Мягкий тенор Алешеньки нежно выводил слова. Мне было так отрадно слушать пение этого чистого юноши.
А со Славою я разбирала темы заданных ему сочинений. Этот юноша был робок и уверял меня, что не может писать ни проповедей, ни сочинений. Я вспомнила, как лет тридцать назад учила писать задания по истории музыки своего сына Серафима. Теперь я также брала в руки книги Славы, подчёркивала в них тексты, закладывала страницы, даже диктовала студенту предложения, связывавшие между собой абзацы. Самолюбие его наконец не выдержало, и он сказал:
— Я сам так могу...
— Наконец-то, — вздохнула я.
А то, бывало, придёт ко мне грустный и говорит:
— Не умею я выразить словами свои мысли.
Тогда я начинала задавать ему вопросы по теме, будто не соглашаясь, не понимая темы. С лавочка мне бойко объяснял, а я начинала с ним спорить. Он горячился, доказывал, а я с улыбкой говорила:
— Да я согласна с тобой. Я ведь только хотела послушать, как ты умеешь защищать своё мнение. Ты прекрасно говоришь! Вот теперь пойди и запиши сказанное тобою. Не бойся, сумеешь.
Приезжая через неделю, студент благодарил меня:
— А ведь я «пять» получил за проповедь!
Так дружно проводили мы с ребятами долгую зиму. Меня они слушали охотно, но о своём коротком прошлом рассказывать не любили. Несмотря на молодость (им было около двадцати лет), за плечами у них были годы тяжёлых переживаний детства. Господь призвал к вере этих ребят после шестнадцати лет, а до этого они жили без религии, следовательно, без любви, без понятий о нравственности. У одного из них мать была в разводе с мужем, другого воспитал отец, после суда с женой взявший себе двух сыновей. Вспоминая своё детство, я знала, как больно воспринимает душа ребёнка даже лёгкий раздор между родителями. А теперь, на старости лет, когда кругом неблагополучные семьи, я вижу израненные болью детские души. Тем детям, с которыми мне приходится общаться, я стараюсь лаской и любовью своею смягчить душевную боль. О, дети так чувствуют моё участие, их глазки быстро зажигаются ответным чувством расположения ко мне. Так было и со студентами-семинаристами. Мы стали с ними друзьями и, дай Бог, на долгие годы...

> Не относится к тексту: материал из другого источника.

import { mkdtempSync, mkdirSync, rmSync, writeFileSync } from 'node:fs';
import { tmpdir } from 'node:os';
import path from 'node:path';
import { afterAll, beforeAll, expect, test } from 'vitest';
import { problemSchema } from '../../shared/schemas';
import { call } from './support/calls';
import { type Agent, type Harness, startHarness } from './support/harness';
import { makeLab, plateBody, type TestLab } from './support/lab';

let harness: Harness;
let lead: Agent;
let lab: TestLab;
const pages = mkdtempSync(path.join(tmpdir(), 'pages-'));

beforeAll(async () => {
  mkdirSync(path.join(pages, 'assets'));
  writeFileSync(path.join(pages, 'index.html'), '<!doctype html><title>page</title>');
  writeFileSync(path.join(pages, 'theme.js'), '"theme";');
  writeFileSync(path.join(pages, '.secret'), 'secret');
  writeFileSync(path.join(pages, 'assets', 'main-abc123.js'), '"plain";');
  writeFileSync(path.join(pages, 'assets', 'main-abc123.js.br'), 'brotli bytes');
  harness = await startHarness({ pagesDirectory: pages });
  lead = await harness.signIn('adaeze-holm');
  lab = await makeLab(harness, lead, 'Own lab');
}, 60_000);
afterAll(async () => {
  await harness.close();
  rmSync(pages, { recursive: true });
});

const name = { name: 'Renamed' };

test('every kind of answer carries the whole set of security headers, and a request id of ours', async () => {
  const browser = harness.browser();
  const answers = [
    await browser.get('/'),
    await browser.get('/labs/anything'),
    await browser.get('/assets/main-abc123.js'),
    await browser.get('/assets/missing.js'),
    await browser.get('/healthz'),
    await browser.get('/api/v1/session').set('X-Request-Id', 'mine'),
    await browser.get('/api/v1/nothing'),
    await browser.get('/auth/github').redirects(0),
    await browser.post('/api/v1/labs').send(name),
    await call(harness, lead, 'post', '/labs', { body: { name: 'x'.repeat(5_000_000) } }),
    await browser.get('/api/v1/labs/%E0%A4%A').set('Cookie', 'a=b'),
  ];
  expect(answers.map(({ status }) => status)).toEqual([
    200, 200, 200, 404, 200, 200, 404, 302, 403, 413, 404,
  ]);
  for (const { headers } of answers) {
    const csp = String(headers['content-security-policy']);
    for (const part of [
      "default-src 'none'",
      "script-src 'self'",
      "object-src 'none'",
      "base-uri 'none'",
      "frame-ancestors 'none'",
    ]) {
      expect(csp).toContain(part);
    }
    expect(csp).not.toContain('unsafe');
    expect(headers['x-content-type-options']).toBe('nosniff');
    expect(headers['referrer-policy']).toBe('no-referrer');
    expect(headers['cross-origin-opener-policy']).toBe('same-origin');
    expect(headers['x-request-id']).toMatch(/^[0-9a-f-]{36}$/);
    expect(headers['x-powered-by']).toBeUndefined();
    // Plain http: a browser that remembered it would never come back.
    expect(headers['strict-transport-security']).toBeUndefined();
  }
});

test('a body that is too large is refused with the limit that holds', async () => {
  const body = (length: number) =>
    call(harness, lead, 'post', '/labs', { body: { name: 'x'.repeat(length) } });
  // 4 MB are let in, to be refused for their length only; the words name that limit.
  expect((await body(4 * 1024 * 1024 - 100)).status).toBe(400);
  const refused = await body(4 * 1024 * 1024 + 1);
  expect(refused.status).toBe(413);
  expect(refused.text).toContain('larger than 4 MB');
});

test('hashed files are kept for ever, pages are asked for anew, and a missing file is never a page', async () => {
  const browser = harness.browser();
  const asset = await browser.get('/assets/main-abc123.js').set('Accept-Encoding', 'gzip');
  expect(asset.headers['cache-control']).toBe('public, max-age=31536000, immutable');
  const small = await browser.head('/assets/main-abc123.js').set('Accept-Encoding', 'br');
  expect(small.status).toBe(200);
  expect((await browser.get('/plan')).headers['cache-control']).toBe('no-cache');
  expect((await browser.get('/theme.js')).headers['cache-control']).toBe('no-cache');
  const missing = await browser.get('/assets/gone-1.js');
  expect(missing.headers['cache-control']).toBe('no-store');
  for (const hidden of [
    '/.secret',
    '/.git/config',
    '/.env',
    '/server/index.ts',
    '/main.js.map',
    '/..%2f..%2fetc/passwd',
  ]) {
    expect((await browser.get(hidden)).status, hidden).toBe(404);
  }
});

test('what another site, or another port of this host, sends is refused before anything happens', async () => {
  const path_ = `/api/v1/labs/${lab.labId}`;
  const sent: readonly Readonly<Record<string, string>>[] = [
    {},
    { 'Sec-Fetch-Site': 'cross-site' },
    { 'Sec-Fetch-Site': 'same-site' },
    { 'Sec-Fetch-Site': 'none' },
    { 'Sec-Fetch-Site': 'same-site', Origin: harness.origin },
    { Origin: 'null' },
    { Origin: 'http://evil.example' },
    { Origin: `${harness.origin}0` },
    { Origin: `${harness.origin}.evil.example` },
  ];
  for (const headers of sent) {
    const response = await lead
      .patch(path_)
      .set(headers)
      .set('Content-Type', 'application/json')
      .send(JSON.stringify(name));
    expect([response.status, JSON.stringify(headers)]).toEqual([403, JSON.stringify(headers)]);
  }
  for (const type of ['text/plain', 'application/x-www-form-urlencoded', 'multipart/form-data; boundary=x']) {
    const response = await lead
      .patch(path_)
      .set('Origin', harness.origin)
      .set('Content-Type', type)
      .send(JSON.stringify(name));
    expect([response.status, type]).toEqual([415, type]);
  }
  const own = await lead
    .patch(path_)
    .set('Sec-Fetch-Site', 'same-origin')
    .set('Content-Type', 'application/json')
    .send(JSON.stringify(name));
  expect(own.status).toBe(200);
});

test('a refusal is a problem document with its fields and the request id of its header', async () => {
  const body = {
    ...plateBody('', { calibration: { retardanceDeg: 400 } }),
    surprise: 1,
  };
  const response = await call(harness, lead, 'post', `/labs/${lab.labId}/plates`, { body });
  expect(response.status).toBe(400);
  expect(response.headers['content-type']).toMatch(/^application\/problem\+json/);
  const problem = problemSchema.parse(JSON.parse(response.text));
  expect(problem.requestId).toBe(response.headers['x-request-id']);
  expect(problem.fields?.map((field) => field.path).toSorted()).toEqual([
    'name',
    'seat.calibration.retardanceDeg',
    'surprise',
  ]);
  expect(problem.fields?.find((field) => field.path === 'seat.calibration.retardanceDeg')?.message).toBe(
    'A retardance is from 0.1 to 359.9°.',
  );
});

test('what a client may not set is refused, not ignored', async () => {
  for (const key of [
    'id',
    'labId',
    'role',
    'revision',
    'retiredAt',
    'savedBy',
    'contentHash',
    '__proto__',
    'constructor',
  ]) {
    const text = JSON.stringify(plateBody('Z-1')).replace('{', `{${JSON.stringify(key)}:1,`);
    const response = await lead
      .post(`/api/v1/labs/${lab.labId}/plates`)
      .set('Origin', harness.origin)
      .set('Idempotency-Key', `key-for-${key}`)
      .set('Content-Type', 'application/json')
      .send(text);
    expect([key, response.status]).toEqual([key, 400]);
  }
});

test('unused methods, doubled and unknown query keys, and bodies that are no JSON are each refused by name', async () => {
  const at = `/api/v1/labs/${lab.labId}/runs`;
  const put = await lead.put(at).set('Origin', harness.origin);
  expect([put.status, put.headers['allow']]).toEqual([405, 'GET, POST, HEAD']);
  expect((await lead.get(`${at}?limit=1&limit=2`)).status).toBe(400);
  expect((await lead.get(`${at}?surprise=1`)).status).toBe(400);
  expect((await lead.get(`${at}?cursor=nonsense`)).status).toBe(400);
  for (const text of ['{', '[1]', '"text"', 'null', `${'['.repeat(40_000)}${']'.repeat(40_000)}`]) {
    const response = await lead
      .post(at)
      .set('Origin', harness.origin)
      .set('Idempotency-Key', 'broken-body')
      .set('Content-Type', 'application/json')
      .send(text);
    expect([text.slice(0, 20), response.status]).toEqual([text.slice(0, 20), 400]);
  }
});

test('texts that a database cannot hold are kept or refused, never a failure', async () => {
  const nul = await call(harness, lead, 'post', `/labs/${lab.labId}/plates`, { body: plateBody('a\u0000b') });
  expect(nul.status).toBe(400);
  const half = await call(harness, lead, 'patch', `/labs/${lab.labId}`, {
    body: { name: 'half \ud800 a character' },
  });
  expect(half.status).toBe(400);
});

test('calls by one person are limited, whatever address they claim', async () => {
  const limited = await startHarness({ environment: { API_CALLS_PER_MINUTE: '60' } });
  try {
    const agent = await limited.signIn('ines-varga');
    const statuses: number[] = [];
    for (let asked = 0; asked < 80; asked += 1) {
      statuses.push((await agent.get('/api/v1/session').set('X-Forwarded-For', `10.1.1.${asked}`)).status);
    }
    expect(statuses.filter((status) => status === 200)).toHaveLength(60);
    expect(statuses.filter((status) => status === 429)).toHaveLength(20);
  } finally {
    await limited.close();
  }
});

test('calls that come all at once spend no more of the limit than one after the other', async () => {
  const limited = await startHarness({ environment: { API_CALLS_PER_MINUTE: '60' } });
  try {
    const agent = await limited.signIn('ines-varga');
    const answers = await Promise.all(Array.from({ length: 80 }, () => agent.get('/api/v1/session')));
    const statuses = answers.map(({ status }) => status);
    expect(statuses.filter((status) => status === 200)).toHaveLength(60);
    expect(statuses.filter((status) => status === 429)).toHaveLength(20);
  } finally {
    await limited.close();
  }
});

test('readiness says whether the database answers; being alive depends on nothing', async () => {
  expect((await harness.browser().get('/healthz')).text).toBe('alive\n');
  expect((await harness.browser().get('/readyz')).status).toBe(200);
  const broken = await startHarness();
  await broken.testDatabase.drop();
  const [alive, ready, asked] = [
    await broken.browser().get('/healthz'),
    await broken.browser().get('/readyz'),
    await broken.browser().get('/api/v1/session').set('Cookie', 'qt=s%3Aunknown.signature'),
  ];
  expect([alive.status, ready.status]).toEqual([200, 503]);
  expect(asked.status).toBe(503);
  expect(asked.text).not.toMatch(/postgres|database "/);
  await broken.close();
});
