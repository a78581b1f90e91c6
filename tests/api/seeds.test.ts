import { fileURLToPath } from 'node:url';
import knex, { type Knex } from 'knex';
import pg from 'pg';
import { afterAll, beforeAll, expect, test } from 'vitest';
import { verifyVersions } from '../../scripts/lib/version-chains';
import { run } from '../../scripts/lib/run.mjs';
import { createTestDatabase, type TestDatabase } from '../setup/database';

let testDatabase: TestDatabase;
let owner: Knex;
let admin: pg.Client;
beforeAll(async () => {
  testDatabase = await createTestDatabase();
  owner = knex({ client: 'pg', connection: testDatabase.ownerUrl, pool: { min: 0, max: 2 } });
  admin = new pg.Client({ connectionString: testDatabase.adminUrl });
  await admin.connect();
  // As a person would, with tsx to read the seeds.
  const ran = await run(process.execPath, ['--import', 'tsx', 'scripts/seed.ts'], {
    cwd: fileURLToPath(new URL('../..', import.meta.url)),
    env: { ...process.env, DATABASE_OWNER_URL: testDatabase.ownerUrl },
  });
  if (ran.code !== 0) throw new Error(ran.output);
}, 60_000);
afterAll(async () => {
  await admin.end();
  await owner.destroy();
  await testDatabase.drop();
});

test("the demo labs' record holds every reading and every change of a run, in the order of time", async () => {
  const { rows: counts } = await admin.query<Record<string, string>>(
    `select (select count(*) from readings) as readings,
      (select count(*) from audit_events where kind = 'reading.recorded') as recorded,
      (select count(*) from run_events) as changes,
      (select count(*) from audit_events where kind like 'run.%') as told`,
  );
  const [count] = counts;
  expect(Number(count?.['readings'])).toBeGreaterThan(20);
  expect(count?.['recorded']).toBe(count?.['readings']);
  expect(count?.['told']).toBe(count?.['changes']);
  const { rows } = await admin.query<{ lab_id: string; at: Date }>(
    'select lab_id, at from audit_events order by lab_id, sequence',
  );
  for (const [index, { lab_id, at }] of rows.entries()) {
    const before = rows[index - 1];
    if (before?.lab_id === lab_id) expect(at.getTime()).toBeGreaterThanOrEqual(before.at.getTime());
  }
});

test("the demo labs' versions are chained as the server's are", async () => {
  expect(await verifyVersions(owner)).toMatchObject({ ok: true, labs: 2 });
});

test("the demo lab's scan is kept with its file, and leaves fast and slow open", async () => {
  const { rows } = await admin.query<Record<string, unknown>>(
    `select p.name, c.open_questions, c.offset_deg, c.retardance_deg, f.name as file_name
      from calibrations c join seats s on s.id = c.seat_id join plates p on p.id = s.plate_id join files f on f.id = c.file_id`,
  );
  expect(rows).toMatchObject([{ name: 'Q-E', open_questions: ['axis'], file_name: 'q-e-780nm.csv' }]);
  // The plate that the file was made up from has 89.2° with its zero at 8.95.
  expect(Math.abs(Number(rows[0]?.['retardance_deg']) - 89.2)).toBeLessThan(0.5);
  expect(Math.abs(Number(rows[0]?.['offset_deg']) - 8.95)).toBeLessThan(0.2);
});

Последнее Рождество отца Владимира
К празднику Рождества Христова батюшка мой несколько окреп, хотя единственная нога его не заживала. Однако он не пропускал уже церковных богослужений. Студент одевал батюшку в рясу, скуфейку, поверх одежды его блистал священнический крест. Усадив батюшку в кресло на колёсах, студент вёз его до храма. Там он подзывал молодых людей, которые вчетвером поднимали кресло с батюшкой по высокой лестнице до притвора. Приходили всегда до начала богослужения, батюшку провозили на его излюбленное место — впереди, пред Гребневской иконой Богоматери. Прихожане спешили подойти к отцу Владимиру под благословение.
Прошло уже больше сорока лет с того времени, как отец Владимир начал служить в гребневском храме в сане дьякона. Те, кто помнили его в молодости, — или уже умерли, или состарились. Не более десяти человек было ещё в храме из тех, кто когда-то с горем и слезами горячо хлопотал о возвращении в Гребнево «своего» батюшки. Но и те вспоминали, что, когда их хлопоты ни к чему не привели, они с горя обратились за молитвенной помощью к старцу, которого считали прозорливым. Выслушав прихожан Гребнева, старец ответил тогда: «К вам вернётся ваш отец Владимир тогда, когда он не годен будет уже для службы в Москве».
Я все сорок лет старалась разгадать эти слова: «будет не годен». Или батюшка мой провинится чем-то пред советскими властями или пред своим духовным начальством (часто попавшие в немилость к тем или другим присылались служить к нам в Гребнево, но у нас они задерживались ненадолго)? Всё ж я не отгадала. Батюшка стал «не годен», оставшись без ноги, ибо с тех пор, конечно, не мог больше служить у престола. Но молиться со своим родным народом он ещё мог. И вот последний год своей жизни батюшка мой с любовью благословлял молодое поколение, появившееся в церкви после «перестройки». Дети и народ так и льнули к нему. Его ласковая улыбка, два-три нежных слова, произнесённых кротко и смиренно, — все это привлекало к нему людей. Они стали б советоваться с ним, стали бы приходить к батюшке, ища наставлений, но мне приходилось стоять невдалеке и беречь больного мужа от перегрузки. «Не спрашивайте батюшку ни о чем. Ему трудно отвечать, он частично парализован», — говорила я.